▶ PROBLEM DESCRIPTION
Start with the line containing "const bytes = Object.values(entries).reduce((sum, entry)" and write out each line through the end of the listing, exactly as given.

_ _ _

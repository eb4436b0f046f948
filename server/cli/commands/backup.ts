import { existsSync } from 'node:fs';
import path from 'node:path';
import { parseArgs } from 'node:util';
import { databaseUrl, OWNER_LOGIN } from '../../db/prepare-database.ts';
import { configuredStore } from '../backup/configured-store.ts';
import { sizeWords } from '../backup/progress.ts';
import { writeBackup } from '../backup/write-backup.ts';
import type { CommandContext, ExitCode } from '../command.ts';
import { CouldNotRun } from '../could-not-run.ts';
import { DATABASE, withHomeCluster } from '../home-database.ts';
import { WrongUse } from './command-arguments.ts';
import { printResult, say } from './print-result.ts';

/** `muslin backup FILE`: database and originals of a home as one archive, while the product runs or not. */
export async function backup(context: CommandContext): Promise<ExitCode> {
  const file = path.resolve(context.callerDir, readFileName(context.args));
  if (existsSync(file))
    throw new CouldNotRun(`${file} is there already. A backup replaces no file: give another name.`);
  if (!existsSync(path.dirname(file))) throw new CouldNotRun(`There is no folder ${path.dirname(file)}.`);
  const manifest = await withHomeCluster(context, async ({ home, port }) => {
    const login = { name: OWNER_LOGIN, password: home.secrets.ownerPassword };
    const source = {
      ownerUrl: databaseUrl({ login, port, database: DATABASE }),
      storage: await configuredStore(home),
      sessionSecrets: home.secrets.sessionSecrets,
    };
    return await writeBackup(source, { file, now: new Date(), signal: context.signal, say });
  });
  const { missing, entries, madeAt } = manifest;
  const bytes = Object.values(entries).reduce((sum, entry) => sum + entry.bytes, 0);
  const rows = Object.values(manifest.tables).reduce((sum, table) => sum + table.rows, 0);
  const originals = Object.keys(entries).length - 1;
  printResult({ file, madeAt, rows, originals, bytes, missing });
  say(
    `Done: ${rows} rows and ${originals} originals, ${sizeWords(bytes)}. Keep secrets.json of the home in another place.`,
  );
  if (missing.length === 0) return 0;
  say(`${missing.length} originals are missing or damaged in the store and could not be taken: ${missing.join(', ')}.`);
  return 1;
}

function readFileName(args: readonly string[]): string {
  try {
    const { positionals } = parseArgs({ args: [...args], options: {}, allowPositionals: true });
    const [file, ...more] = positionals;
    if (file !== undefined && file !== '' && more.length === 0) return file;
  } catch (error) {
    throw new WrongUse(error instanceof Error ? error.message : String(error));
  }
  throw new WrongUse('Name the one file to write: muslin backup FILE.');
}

_ _ _

▶ WRITTEN REPLY
  const bytes = Object.values(entries).reduce((sum, entry) => sum + entry.bytes, 0);
  const rows = Object.values(manifest.tables).reduce((sum, table) => sum + table.rows, 0);
  const originals = Object.keys(entries).length - 1;
  printResult({ file, madeAt, rows, originals, bytes, missing });
  say(
    `Done: ${rows} rows and ${originals} originals, ${sizeWords(bytes)}. Keep secrets.json of the home in another place.`,
  );
  if (missing.length === 0) return 0;
  say(`${missing.length} originals are missing or damaged in the store and could not be taken: ${missing.join(', ')}.`);
  return 1;
}

function readFileName(args: readonly string[]): string {
  try {
    const { positionals } = parseArgs({ args: [...args], options: {}, allowPositionals: true });
    const [file, ...more] = positionals;
    if (file !== undefined && file !== '' && more.length === 0) return file;
  } catch (error) {
    throw new WrongUse(error instanceof Error ? error.message : String(error));
  }
  throw new WrongUse('Name the one file to write: muslin backup FILE.');
}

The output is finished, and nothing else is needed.